(Task data Opens)
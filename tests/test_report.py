"""The HTML report: structure parsed, self-contained, cautions present, context documented."""

from __future__ import annotations

import dataclasses
import re
import subprocess
import sys
from html.parser import HTMLParser

import pytest

from drift.report import CAUTIONS, ReportContext, build_context, render_report
from drift.report.players import PROFILE_ROWS


class _Page(HTMLParser):
    def __init__(self):
        super().__init__()
        self.ids, self.tags, self.external, self.text = set(), [], [], []

    def handle_starttag(self, tag, attrs):
        attrs = dict(attrs)
        self.tags.append(tag)
        if "id" in attrs:
            self.ids.add(attrs["id"])
        for key in ("src", "href"):
            value = attrs.get(key) or ""
            if value and not value.startswith("#") and not value.startswith("data:"):
                self.external.append((tag, value))
        if tag == "link":
            self.external.append((tag, attrs.get("href")))

    def handle_data(self, data):
        self.text.append(data)


@pytest.fixture(scope="module")
def context(demo_analysis):
    return build_context(demo_analysis)


@pytest.fixture(scope="module")
def page(context):
    html = render_report(context)
    parser = _Page()
    parser.feed(html)
    parser.html = html
    parser.body = " ".join(" ".join(parser.text).split())
    return parser


def test_sections_present(page):
    assert {"limits", "review", "earlier", "summary", "players", "teams", "roles", "method", "drift", "model",
            "features", "data"} <= page.ids


def test_self_contained(page):
    assert page.external == []  # no src or href leaves the file (data: URIs and #anchors only)
    assert "<script src" not in page.html and "url(" not in page.html.replace("url(#", "")
    assert not re.search(r'(src|href)="(https?:)?//', page.html)  # xmlns names are identifiers, not requests
    assert page.tags.count("svg") >= 5  # charts are inline SVG


def test_cautions_are_stated(page):
    for caution in CAUTIONS:
        assert " ".join(caution.split()) in page.body
    assert "not measure a player's worth" in page.body
    assert "injuries" in page.body and "teammates" in page.body


def test_roles_and_moves_are_shown(page, demo_analysis):
    for rid, name in zip(demo_analysis.model.role_ids_, demo_analysis.model.role_names_):
        assert f"{rid} · {name}" in page.body
    changed = demo_analysis.moves[demo_analysis.moves["status"] == "changed"]
    assert all(name in page.body for name in changed["player"])  # every role change is listed


def test_player_names_are_escaped(demo_analysis):
    moves = demo_analysis.moves.copy()
    idx = moves.index[moves["status"] == "changed"][0]
    moves.loc[idx, "player"] = "<b>Bold</b></script>"
    html = render_report(build_context(dataclasses.replace(demo_analysis, moves=moves)))
    assert "&lt;b&gt;Bold&lt;/b&gt;" in html and "<b>Bold</b>" not in html
    assert html.count("</script>") == 2  # the search index cannot be closed early by a name


def test_context_fields_are_documented():
    doc = ReportContext.__doc__
    for f in dataclasses.fields(ReportContext):
        assert f.name in doc, f"ReportContext.{f.name} is not documented"


def test_report_is_deterministic(demo_analysis, page):
    assert render_report(build_context(demo_analysis)) == page.html


def test_templates_found_from_any_folder(tmp_path):
    """Templates are package data: found without the source tree on the path."""
    code = "from drift.report import template_environment as t; t().get_template('report.html'); print('ok')"
    out = subprocess.run([sys.executable, "-c", code], cwd=tmp_path, capture_output=True, text=True)
    assert out.returncode == 0, out.stderr


def test_requested_comparison_and_comparables_shown(demo_analysis):
    context = build_context(demo_analysis)  # the shared analysis compares 2019-20 with 2024-25
    assert context.requested_label == "2019-20 → 2024-25" and len(context.requested) > 50
    assert {r["note"] for r in context.requested} == {"requested comparison"}
    page = _Page()
    page.feed(render_report(context))
    assert "requested" in page.ids
    row = context.latest_moves[0]
    assert row["status"] == "changed" and row["comparables"].count("(") == 3  # three nearest reference seasons
    # the players' index shows each player's latest move between seasons, never the requested one
    cons = demo_analysis.moves[demo_analysis.moves["kind"] == "consecutive"].sort_values("season_to", kind="stable")
    shown = {r["anchor"]: r["status"] for r in context.player_index}
    for pid, status in cons.groupby("player_id")["status"].last().items():
        assert shown["p-" + str(pid)] == status


def test_every_player_and_team_has_a_page_and_links_resolve(page, demo_analysis):
    placements = demo_analysis.placements
    players = [a for a in page.ids if a.startswith("p-") and not a.endswith(("-moves", "-trades"))]
    assert len(players) == placements["player_id"].nunique()
    teams = {t for value in placements["team"].astype(str) for t in value.split("/")}
    assert {f"t-{t}" for t in teams} <= page.ids
    targets = set(re.findall(r'href="#([^"]+)"', page.html))
    assert targets <= page.ids, sorted(targets - page.ids)[:5]


def test_latest_pair_leads_and_labels_are_honest(context, demo_analysis):
    seasons = context.seasons
    assert context.latest_label == f"{seasons[-2]} → {seasons[-1]}"
    assert all(r["pair"].endswith(seasons[-1]) for r in context.latest_moves)
    order = {s: i for i, s in enumerate(seasons)}
    for r in context.latest_moves + context.earlier_moves:
        a, b = r["pair"].split(" → ")
        assert (r["note"] == "") == (order[b] - order[a] == 1), r  # only true neighbours are unlabelled
    assert {r["status"] for r in context.latest_moves} == {"changed", "unsettled", "shifted", "steady"}
    assert all(r["status"] in {"changed", "unsettled", "shifted", "steady"} for r in context.latest_trades)
    n_changed = int((demo_analysis.moves["status"] == "changed").sum())  # the terminal's count
    assert dict(context.summary)["role changes beyond noise"].startswith(f"{n_changed:,}")


def test_membership_never_reads_a_flat_hundred(context, page):
    shown = [r[k] for r in context.latest_moves for k in ("prob_from", "prob_to")]
    shown += [t["membership"] for p in context.players for t in p["timeline"] if t["placed"]]
    assert "100%" not in shown and ">99%" in shown
    assert "&gt;99%" in page.html


def test_missing_counts_agree_between_sections(context, demo_analysis):
    by_table = {m["feature"]: m["missing"] for m in context.missing}
    from drift.model.describe import feature_label

    labels = {feature_label(f): f for f in demo_analysis.model.features_}
    for row in context.reliability:
        assert int(row["missing"].replace(",", "")) == by_table.get(labels[row["label"]], 0)


def test_player_page_has_the_answers(context, demo_analysis):
    traded = demo_analysis.stints["player_id"].iloc[0]
    page = next(p for p in context.players if p["id"] == str(traded))
    placed = demo_analysis.placements[demo_analysis.placements["player_id"] == traded]
    assert [t["season"] for t in page["timeline"] if t["placed"]] == sorted(placed["season"])
    assert page["trades"] and all(m["status"] for m in page["trades"])
    assert len(page["profile"]) == sum(PROFILE_ROWS)
    assert all(0 <= float(f["percentile"]) <= 100 for f in page["profile"])
    assert len(page["comparables"]) == 5 and "<svg" in page["path"]
    if demo_analysis.outlook is not None and (demo_analysis.outlook["player_id"] == traded).any():
        assert page["outlook"]["rows"]


def test_large_leagues_page_the_players_the_review_needs(demo_analysis):
    from drift.report.context import paged_players

    latest = ("2023-24", "2024-25")
    chosen = paged_players(demo_analysis, None, latest, limit=40)
    assert len(chosen) == 40
    moves = demo_analysis.moves
    beyond = moves[(moves["season_to"] == "2024-25") & (moves["status"] != "steady")]["player_id"]
    assert set(chosen[:10]) <= set(beyond)  # strongest evidence first


def test_demo_report_is_bounded(page):
    assert len(page.html.encode("utf-8")) < 8_000_000


@pytest.mark.parametrize("value, text", [(0.339, "34%"), (0.0, "0%"), (0.9991, "100%")])
def test_percent(value, text):
    from drift.report.fmt import percent

    assert percent(value) == text


def test_membership_and_strength_words():
    from drift.report.fmt import membership, strength

    assert membership(0.9996) == ">99%" and membership(0.5) == "50%" and membership(0.004) == "<1%"
    assert strength(0.2, 0.8, 0.01) == "within noise"
    assert strength(0.001, 3.1, 0.01) == "beyond noise"
    assert strength(1e-6, 4.8, 0.01) == "well beyond noise"
    assert strength(1e-12, 7.0, 0.01) == "far beyond noise"


def test_data_section_says_how_each_column_was_read(page):
    assert "How the columns were read" in page.body
    assert "share_isolation share isolation fraction 6 name pattern 'share_<type>'" in page.body
    assert "usage_pct rate percent 6" in page.body


def test_caps_keep_a_large_league_bounded(demo_analysis, monkeypatch):
    """With the limits lowered, the demo league behaves as a large one: pages, rows and links stay bounded."""
    from drift.report import context as ctx
    from drift.report import moves as mv
    from drift.report import outlook as ol

    monkeypatch.setattr(ctx, "MAX_PLAYER_PAGES", 40)
    monkeypatch.setattr(ol, "OUTLOOK_MAX", 30)
    monkeypatch.setattr(mv, "MAX_ROWS", 30)
    monkeypatch.setattr(mv, "TEAM_ROWS", 5)
    small = build_context(demo_analysis)
    assert len(small.players) == len(small.player_index) == 40 and "40" in small.player_pages_note
    assert len(small.latest_moves) == 30 and "moves.csv" in small.latest_note
    assert len(small.outlook) <= 30
    assert all(len(t["changed"]) <= 5 and len(t["trades"]) <= 5 for t in small.teams)
    html = render_report(small)
    page = _Page()
    page.feed(html)
    assert set(re.findall(r'href="#([^"]+)"', html)) <= page.ids  # names without a page are plain text
    # the capping note stands beside the row counter (above the table), not below its rows
    at = html.index('id="tbl-latest"')
    assert html.rfind(small.latest_note, 0, at) > html.rfind('data-table="tbl-latest"', 0, at) > 0



def test_arrivals_are_judged_on_every_season_row(context, demo_analysis):
    # a bench player on the team's roster in the earlier season (below the filters there) is no
    # arrival: judged on every combined season row, placed or not, not on placements
    raw = demo_analysis.prepared.seasons.astype({"team": str})
    last_team = {(r.player_id, r.season): r.team.split("/")[-1] for r in raw.itertuples(index=False)}
    pl = demo_analysis.placements.astype({"team_first": str})
    s0, s1 = context.seasons[-2], context.seasons[-1]
    names = {}
    stayed_seen = 0
    for page, row in zip(context.teams, context.team_index):
        team = page["team"]
        now = pl[(pl["season"] == s1) & (pl["team_first"] == team)]
        truth = {p for p in now["player_id"] if last_team.get((p, s0)) != team}
        names[team] = truth
        assert row["arrivals"] == len(truth), team
        for mv in page["movement"]:
            for a in mv["stayed"]:
                stayed_seen += 1
                assert "on the roster in" in a["other"]
                assert a["moved"] == "stayed"
            for a in mv["arrivals"]:
                assert "not placed in both seasons" not in a["words"]
    excluded = demo_analysis.prepared.excluded
    assert stayed_seen > 0 and len(excluded)  # the demo has returning bench players
    below = [a["other"] for page in context.teams for mv in page["movement"] for a in mv["stayed"]]
    assert any(re.search(r"below the filters \(\d+\.\d minutes per game < 10\)", w) for w in below), below[:3]


def test_player_page_says_why_a_season_is_missing_and_shows_stints(context, demo_analysis):
    ex = demo_analysis.prepared.excluded
    ex = ex[ex["reason_code"] == "few_minutes"]
    pages = {p["id"]: p for p in context.players}
    r = next(r for r in ex.itertuples(index=False) if str(r.player_id) in pages)
    timeline = pages[str(r.player_id)]["timeline"]
    assert [t["season"] for t in timeline] == sorted(t["season"] for t in timeline)
    row = next(t for t in timeline if t["season"] == r.season)
    assert not row["placed"] and row["why"] == f"{r.minutes_per_game:.1f} minutes per game < 10"
    # a traded season's row names each qualifying stint's team and role, in stint order
    s = demo_analysis.stints.iloc[0]
    row = next(t for t in pages[str(s.player_id)]["timeline"] if t["season"] == s.season_from)
    assert row["stints"].startswith(f"stints: {s.team_from} {s.role_from} → ")
    assert f"{s.team_to} {s.role_to}" in row["stints"]
    html = render_report(context)
    assert "— not placed: " in html and "stints: " in html


def test_percentage_point_changes_read_pp(context, page):
    # "pts" read as points scored; a share's change is in percentage points, said on hover and in a legend
    from drift.report.moves import _change_text

    assert _change_text("three_pa_rate", -0.591) == "-59.1 pp"
    assert _change_text("share_spot_up", 0.03) == "+3.0 pp" and _change_text("usage_pct", 2.5) == "+2.5 pp"
    drivers = " ".join(r["drivers"] for r in context.latest_moves)
    assert " pp" in drivers and " pts" not in drivers
    assert 'title="pp = percentage points"' in page.html and "pp = percentage points (a share" in page.body


def test_p_values_read_at_any_size():
    from drift.report.fmt import figures_title, p_text

    assert p_text(0.0342) == "0.034" and p_text(2.3e-5) == "2.3e-05" and p_text(1.2e-17) == "< 1e-10"
    assert figures_title(1.0, 0.5, 9.0, 1.2e-17).endswith("p < 1e-10")
    assert "0.0000" not in figures_title(1.0, 0.5, 4.0, 3.2e-5)


def test_a_season_below_the_level_reads_between_its_two_likeliest_roles(context, demo_analysis):
    from drift.report.fmt import BETWEEN_BELOW, membership_between

    assert membership_between(0.52, "slasher", 0.41, "spot-up wing") == "between slasher and spot-up wing (52% / 41%)"
    assert membership_between(0.75, "slasher", 0.2, "spot-up wing") == "75%"
    # on the demo's player pages: every placed season below the level reads "between", none above it
    low = (demo_analysis.placements["role_prob"] < BETWEEN_BELOW).sum()
    shown = [t["membership"] for p in context.players for t in p["timeline"] if t["placed"]]
    between = [m for m in shown if m.startswith("between ")]
    assert len(between) <= low and all("%" in m for m in shown)
    assert (demo_analysis.placements["role_prob"] >= 1 / len(demo_analysis.model.role_ids_)).all()


def test_features_of_near_zero_reliability_are_named_in_the_data_section(context, page, demo_analysis):
    from drift.model.noise import low_signal_features

    named = low_signal_features(demo_analysis.model.noise_)
    assert named and [r["column"] for r in context.unreliable] == named  # the demo's columns keep drift's names
    assert "Features with near-zero reliability" in page.body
(Task data Closes)
**Task details:** Reproduce, please, the lines of the material from its first line down to the line containing "self.text.append(data)", keeping both ends and nothing beyond them.

**Exercise result:**
filename tests/test_report.py
"""The HTML report: structure parsed, self-contained, cautions present, context documented."""

from __future__ import annotations

import dataclasses
import re
import subprocess
import sys
from html.parser import HTMLParser

import pytest

from drift.report import CAUTIONS, ReportContext, build_context, render_report
from drift.report.players import PROFILE_ROWS


class _Page(HTMLParser):
    def __init__(self):
        super().__init__()
        self.ids, self.tags, self.external, self.text = set(), [], [], []

    def handle_starttag(self, tag, attrs):
        attrs = dict(attrs)
        self.tags.append(tag)
        if "id" in attrs:
            self.ids.add(attrs["id"])
        for key in ("src", "href"):
            value = attrs.get(key) or ""
            if value and not value.startswith("#") and not value.startswith("data:"):
                self.external.append((tag, value))
        if tag == "link":
            self.external.append((tag, attrs.get("href")))

    def handle_data(self, data):
        self.text.append(data)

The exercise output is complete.